• **AIM OF THE TASK**: Write out each line of the material below exactly as given.
***** DATA RECORDS *****
/**
 * Sweep one unit (one part, or an identical pair per the fixture's arrangement) over the bias points.
 * Assumes the fixture is the true one; the measured Q combines the part's Q with the inductor's
 * (1/Q = 1/Q_part + 1/Q_L), treating stray and blocking capacitors as lossless.
 */
export function measureUnit(model: ProductModel, part: Part, biasPointsV: readonly number[], conditions: MeasurementConditions, rng: Rng): PhysicsResult<MeasuredUnit> {
	const { fixture } = conditions;
	if (biasPointsV.length === 0) return fail('at least one bias point is needed');
	const tempFactor = 1 + (model.tempCoPpmPerK * 1e-6) * (conditions.temperatureC - 25);
	const atReference = junctionCapacitanceF(part.junction, model.qReferenceBiasV);
	if (!atReference.ok) return atReference;
	const points: MeasuredPoint[] = [];
	for (const biasV of biasPointsV) {
		const cj = junctionCapacitanceF(part.junction, biasV);
		if (!cj.ok) return cj;
		const partF = cj.value * tempFactor;
		const branch = branchCapacitanceF(partF, fixture.arrangement);
		if (!branch.ok) return branch;
		const tank = tankCapacitanceF(fixture, branch.value);
		if (!tank.ok) return tank;
		const f = resonanceHz(fixture.inductanceH, tank.value);
		if (!f.ok) return f;
		const q = 1 / (1 / partQ(model, part, cj.value, atReference.value) + 1 / INDUCTOR_Q);
		const resonance = f.value * (1 + conditions.frequencyNoisePpm * 1e-6 * rng.normal());
		const bandwidth = (f.value / q) * Math.max(0.2, 1 + (conditions.bandwidthNoisePct / 100) * rng.normal());
		points.push({ biasV, resonanceHz: resonance, bandwidthHz: bandwidth });
	}
	// Both parts of a pair are biased, so both leak into the bias supply.
	const parts = fixture.arrangement === 'single' ? 1 : 2;
	const leakageA = Math.max(0, part.leakageA * parts * (1 + 0.02 * rng.normal()) + 5e-12 * rng.normal());
	return { ok: true, value: { temperatureC: conditions.temperatureC, leakageA, points } };
}

export interface ReferenceReading {
	capacitanceF: number;
	resonanceHz: number;
}

/** Resonances with each reference capacitor alone in the socket (in series with the blocking capacitor, whatever the arrangement); assumes a true fixture. */
export function measureReferences(fixture: Fixture, referencesF: readonly number[], frequencyNoisePpm: number, rng: Rng): PhysicsResult<ReferenceReading[]> {
	const readings: ReferenceReading[] = [];
	for (const capacitanceF of referencesF) {
		const tank = tankCapacitanceF(fixture, capacitanceF);
		if (!tank.ok) return tank;
		const f = resonanceHz(fixture.inductanceH, tank.value);
		if (!f.ok) return f;
		readings.push({ capacitanceF, resonanceHz: f.value * (1 + frequencyNoisePpm * 1e-6 * rng.normal()) });
	}
	return { ok: true, value: readings };
}

/** A plan as far as the simulator needs it (the server's shape, read leniently). */
export interface PlanPoint {
	biasV: number;
	minF?: number | null;
	maxF?: number | null;
}

/**
 * A model for a product the simulator does not know, fitted to the mid-points of the plan's limits.
 * Assumes limits in farads. With two or more limited points it grid-searches Vj and fits Cj0 and M
 * by least squares on ln(C − Cp) against ln(1 + V/Vj), Cp fixed at 1 % of the smallest mid-point;
 * with one point it keeps M = 0.5 and Vj = 0.75 V; with none it returns the KV-1405 model.
 */
export function modelFromPlan(code: string, points: readonly PlanPoint[] | null | undefined): ProductModel {
	const base = PRODUCT_MODELS['KV-1405'];
	const fallback: ProductModel = base ?? defaultModel();
	const mids: { v: number; c: number }[] = [];
	for (const p of points ?? []) {
		const lo = p.minF;
		const hi = p.maxF;
		if (typeof lo === 'number' && typeof hi === 'number' && isPositiveFinite(lo) && isPositiveFinite(hi) && Number.isFinite(p.biasV) && p.biasV >= 0) {
			mids.push({ v: p.biasV, c: (lo + hi) / 2 });
		}
	}
	if (mids.length === 0) return { ...fallback, code };
	const smallest = Math.min(...mids.map((p) => p.c));
	const cpF = 0.01 * smallest;
	let best: { err: number; params: JunctionParams } | null = null;
	if (mids.length === 1) {
		const only = mids[0];
		if (only === undefined) return { ...fallback, code };
		const vjV = 0.75;
		const m = 0.5;
		best = { err: 0, params: { cj0F: (only.c - cpF) * Math.pow(1 + only.v / vjV, m), vjV, m, cpF } };
	} else {
		for (let i = 0; i <= 60; i += 1) {
			const vjV = 0.2 * Math.pow(4 / 0.2, i / 60); // 0.2 V .. 4 V, log-spaced
			const xs = mids.map((p) => Math.log(1 + p.v / vjV));
			const ys = mids.map((p) => Math.log(p.c - cpF));
			const n = xs.length;
			const mx = xs.reduce((a, b) => a + b, 0) / n;
			const my = ys.reduce((a, b) => a + b, 0) / n;
			let sxx = 0;
			let sxy = 0;
			for (let k = 0; k < n; k += 1) {
				const dx = (xs[k] ?? 0) - mx;
				sxx += dx * dx;
				sxy += dx * ((ys[k] ?? 0) - my);
			}
			if (!(sxx > 0)) continue;
			const slope = sxy / sxx;
			const m = -slope;
			if (!(m > 0.1 && m < 4)) continue;
			const intercept = my - slope * mx;
			let err = 0;
			for (let k = 0; k < n; k += 1) {
				const r = (ys[k] ?? 0) - (intercept + slope * (xs[k] ?? 0));
				err += r * r;
			}
			if (best === null || err < best.err) best = { err, params: { cj0F: Math.exp(intercept), vjV, m, cpF } };
		}
	}
	if (best === null) return { ...fallback, code };
	return { ...fallback, code, nominal: best.params };
}

function defaultModel(): ProductModel {
	return {
		code: 'default',
		nominal: { cj0F: 40e-12, vjV: 0.75, m: 0.5, cpF: 0.3e-12 },
		lotSpreadPct: { cj0: 1.5, vj: 1, m: 1, cp: 3 },
		partSpreadPct: { cj0: 0.8, vj: 0.5, m: 0.4, cp: 2 },
		qAtReference: { mean: 250, sd: 30 },
		qReferenceBiasV: 1,
		qExponent: 0.5,
		leakage: { medianA: 2e-10, sigmaLn: 0.6, minA: 5e-11, maxA: 2e-9, outlierProbability: 0.003, outlierMinA: 2e-8, outlierMaxA: 5e-7 },
		tempCoPpmPerK: 150
	};
}

/** The model for a product code: a known part, else one fitted from the plan's limits, else the default. */
export function modelForProduct(code: string | null | undefined, planPoints?: readonly PlanPoint[] | null): ProductModel {
	const known = code ? PRODUCT_MODELS[code] : undefined;
	if (known) return known;
	return modelFromPlan(code ?? 'unknown', planPoints);
}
*****
• **THE ANSWER**:
/**
 * Sweep one unit (one part, or an identical pair per the fixture's arrangement) over the bias points.
 * Assumes the fixture is the true one; the measured Q combines the part's Q with the inductor's
 * (1/Q = 1/Q_part + 1/Q_L), treating stray and blocking capacitors as lossless.
 */
export function measureUnit(model: ProductModel, part: Part, biasPointsV: readonly number[], conditions: MeasurementConditions, rng: Rng): PhysicsResult<MeasuredUnit> {
	const { fixture } = conditions;
	if (biasPointsV.length === 0) return fail('at least one bias point is needed');
	const tempFactor = 1 + (model.tempCoPpmPerK * 1e-6) * (conditions.temperatureC - 25);
	const atReference = junctionCapacitanceF(part.junction, model.qReferenceBiasV);
	if (!atReference.ok) return atReference;
	const points: MeasuredPoint[] = [];
	for (const biasV of biasPointsV) {
		const cj = junctionCapacitanceF(part.junction, biasV);
		if (!cj.ok) return cj;
		const partF = cj.value * tempFactor;
		const branch = branchCapacitanceF(partF, fixture.arrangement);
		if (!branch.ok) return branch;
		const tank = tankCapacitanceF(fixture, branch.value);
		if (!tank.ok) return tank;
		const f = resonanceHz(fixture.inductanceH, tank.value);
		if (!f.ok) return f;
		const q = 1 / (1 / partQ(model, part, cj.value, atReference.value) + 1 / INDUCTOR_Q);
		const resonance = f.value * (1 + conditions.frequencyNoisePpm * 1e-6 * rng.normal());
		const bandwidth = (f.value / q) * Math.max(0.2, 1 + (conditions.bandwidthNoisePct / 100) * rng.normal());
		points.push({ biasV, resonanceHz: resonance, bandwidthHz: bandwidth });
	}
	// Both parts of a pair are biased, so both leak into the bias supply.
	const parts = fixture.arrangement === 'single' ? 1 : 2;
	const leakageA = Math.max(0, part.leakageA * parts * (1 + 0.02 * rng.normal()) + 5e-12 * rng.normal());
	return { ok: true, value: { temperatureC: conditions.temperatureC, leakageA, points } };
}

export interface ReferenceReading {
	capacitanceF: number;
	resonanceHz: number;
}

/** Resonances with each reference capacitor alone in the socket (in series with the blocking capacitor, whatever the arrangement); assumes a true fixture. */
export function measureReferences(fixture: Fixture, referencesF: readonly number[], frequencyNoisePpm: number, rng: Rng): PhysicsResult<ReferenceReading[]> {
	const readings: ReferenceReading[] = [];
	for (const capacitanceF of referencesF) {
		const tank = tankCapacitanceF(fixture, capacitanceF);
		if (!tank.ok) return tank;
		const f = resonanceHz(fixture.inductanceH, tank.value);
		if (!f.ok) return f;
		readings.push({ capacitanceF, resonanceHz: f.value * (1 + frequencyNoisePpm * 1e-6 * rng.normal()) });
	}
	return { ok: true, value: readings };
}

/** A plan as far as the simulator needs it (the server's shape, read leniently). */
export interface PlanPoint {
	biasV: number;
	minF?: number | null;
	maxF?: number | null;
}

/**
 * A model for a product the simulator does not know, fitted to the mid-points of the plan's limits.
 * Assumes limits in farads. With two or more limited points it grid-searches Vj and fits Cj0 and M
 * by least squares on ln(C − Cp) against ln(1 + V/Vj), Cp fixed at 1 % of the smallest mid-point;
 * with one point it keeps M = 0.5 and Vj = 0.75 V; with none it returns the KV-1405 model.
 */
export function modelFromPlan(code: string, points: readonly PlanPoint[] | null | undefined): ProductModel {
	const base = PRODUCT_MODELS['KV-1405'];
	const fallback: ProductModel = base ?? defaultModel();
	const mids: { v: number; c: number }[] = [];
	for (const p of points ?? []) {
		const lo = p.minF;
		const hi = p.maxF;
		if (typeof lo === 'number' && typeof hi === 'number' && isPositiveFinite(lo) && isPositiveFinite(hi) && Number.isFinite(p.biasV) && p.biasV >= 0) {
			mids.push({ v: p.biasV, c: (lo + hi) / 2 });
		}
	}
	if (mids.length === 0) return { ...fallback, code };
	const smallest = Math.min(...mids.map((p) => p.c));
	const cpF = 0.01 * smallest;
	let best: { err: number; params: JunctionParams } | null = null;
	if (mids.length === 1) {
		const only = mids[0];
		if (only === undefined) return { ...fallback, code };
		const vjV = 0.75;
		const m = 0.5;
		best = { err: 0, params: { cj0F: (only.c - cpF) * Math.pow(1 + only.v / vjV, m), vjV, m, cpF } };
	} else {
		for (let i = 0; i <= 60; i += 1) {
			const vjV = 0.2 * Math.pow(4 / 0.2, i / 60); // 0.2 V .. 4 V, log-spaced
			const xs = mids.map((p) => Math.log(1 + p.v / vjV));
			const ys = mids.map((p) => Math.log(p.c - cpF));
			const n = xs.length;
			const mx = xs.reduce((a, b) => a + b, 0) / n;
			const my = ys.reduce((a, b) => a + b, 0) / n;
			let sxx = 0;
			let sxy = 0;
			for (let k = 0; k < n; k += 1) {
				const dx = (xs[k] ?? 0) - mx;
				sxx += dx * dx;
				sxy += dx * ((ys[k] ?? 0) - my);
			}
			if (!(sxx > 0)) continue;
			const slope = sxy / sxx;
			const m = -slope;
			if (!(m > 0.1 && m < 4)) continue;
			const intercept = my - slope * mx;
			let err = 0;
			for (let k = 0; k < n; k += 1) {
				const r = (ys[k] ?? 0) - (intercept + slope * (xs[k] ?? 0));
				err += r * r;
			}
			if (best === null || err < best.err) best = { err, params: { cj0F: Math.exp(intercept), vjV, m, cpF } };
		}
	}
	if (best === null) return { ...fallback, code };
	return { ...fallback, code, nominal: best.params };
}

function defaultModel(): ProductModel {
	return {
		code: 'default',
		nominal: { cj0F: 40e-12, vjV: 0.75, m: 0.5, cpF: 0.3e-12 },
		lotSpreadPct: { cj0: 1.5, vj: 1, m: 1, cp: 3 },
		partSpreadPct: { cj0: 0.8, vj: 0.5, m: 0.4, cp: 2 },
		qAtReference: { mean: 250, sd: 30 },
		qReferenceBiasV: 1,
		qExponent: 0.5,
		leakage: { medianA: 2e-10, sigmaLn: 0.6, minA: 5e-11, maxA: 2e-9, outlierProbability: 0.003, outlierMinA: 2e-8, outlierMaxA: 5e-7 },
		tempCoPpmPerK: 150
	};
}

/** The model for a product code: a known part, else one fitted from the plan's limits, else the default. */
export function modelForProduct(code: string | null | undefined, planPoints?: readonly PlanPoint[] | null): ProductModel {
	const known = code ? PRODUCT_MODELS[code] : undefined;
	if (known) return known;
	return modelFromPlan(code ?? 'unknown', planPoints);
}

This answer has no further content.